Версальский театр просуществовал пять лет, а потом это занятие сделалось для маркизы де Помпадур слишком утомительно и она его оставила. За это время было дано 122 представления, на которых сыграли шестьдесят одну пьесу, оперу и балет. Их репетировали до полного совершенства, и даже самые язвительные критики маркизы признавали, что каждый из спектаклей исполнялся на первоклассном профессиональном уровне, а сама она всегда была выше всяких похвал. Это предприятие имело два важных следствия. Во-первых, оно укрепило позиции маркизы при дворе, и даже столь могущественный царедворец, как герцог Ришелье, принужден был усвоить, что встретил достойного противника, а уж прочие придворные должны были ползти к ней на коленях, если желали получить приглашение на спектакль.

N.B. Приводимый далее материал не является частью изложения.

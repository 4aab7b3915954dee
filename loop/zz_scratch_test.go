package loop

import (
	"context"
	"testing"
	"time"
)

func BenchmarkScratchStatic(b *testing.B) {
	sc := CanonicalScenario()
	us, _ := placeUsers(sc)
	st := make([]float64, len(us))
	for i, u := range us {
		st[i] = dbToLin(-u.pathLossDB)
	}
	b.ReportAllocs()
	for b.Loop() {
		r, err := run(context.Background(), sc, RunOptions{}, &hooks{static: st})
		if err != nil {
			b.Fatal(err)
		}
		_ = r
	}
	b.ReportMetric(float64(64*90000)*float64(b.N)/b.Elapsed().Seconds(), "user-slots/s")
}

func TestScratchPrint(t *testing.T) {
	for _, gen := range []Generator{GeneratorSpectral} {
		sc := CanonicalScenario()
		sc.Groups[0].Generator = gen
		r, err := Run(context.Background(), sc, RunOptions{})
		if err != nil {
			t.Fatal(err)
		}
		a := r.Aggregate
		t.Logf("%v mean %+v\nstd %+v\nout %+v\ntx %+v\np50 %+v bler %+v conv %+v nr %+v feas %+v notes %v", gen, a.SIRErrorMeanDB, a.SIRErrorStdDB, a.OutageProbability, a.TxPowerMeanDBm, a.SIRErrorPercentilesDB.P50, a.AchievedBLER, a.ConvergenceTimeS, a.NoiseRiseMeanDB, r.Feasibility, r.Notes)
	}
}

func TestScratchPar(t *testing.T) {
	sc := CanonicalScenario()
	for i := 0; i < 5; i++ {

		t0 := time.Now()
		Run(context.Background(), sc, RunOptions{})
		t.Logf("total %v", time.Since(t0))
	}
}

Все были рады получить крохотную роль без речей, поиграть в оркестре или просто посмотреть на представление. Подкупали даже камеристку госпожи де Помпадур, мадам дю Оссе, которой удалось таким образом получить прекрасное место для племянника, что немало позабавило маркизу.

Во-вторых, именно в это время зародилась великая нелюбовь парижан к маркизе де Помпадур, от которой она страдала до конца своих дней. Версальская толпа ненавидела ее, потому что ока была мещанка, буржуазия же возненавидела ее за связь с правительством, а значит, и со сборщиками налогов. Театр стал тем «козлом отпущения», которого они винили во всех своих горестях. Говорили, что это неоправданное сумасбродство, а так как налоги были высоки и в народе царила нищета, то по столице гуляли до смешного раздутые истории о тратах маркизы. Временный театр под лестницей будто бы обошелся в тысячи ливров. Нельзя забывать и о том, что в те времена и пьесы, и актеры считались безнравственными. Даже великому Мольеру едва не отказали в христианском погребении, потому что некогда он был актером; многие священники не желали причащать актеров (Итальянская комедия получила особое разрешение причащаться, из-за чего в «Комеди Франсез» страшно злились); а святоша-дофин осенял себя крестным знамением всякий раз, когда ему случалось проходить мимо театра. По рассказу д’Анжервилля, в подражание маркизе «вся Франция пристрастилась к сцене, что принцы, что буржуа. Мода проникла даже в монастыри и наконец отравила души множества детей, которых стали воспитывать для этой профессии. Словом, развращение дошло до крайних пределов». Это была неправда, театр любили и раньше, но так удобно было обвинить во всем мадам де Помпадур. С тех пор она уже ничем и никогда не могла угодить толпе.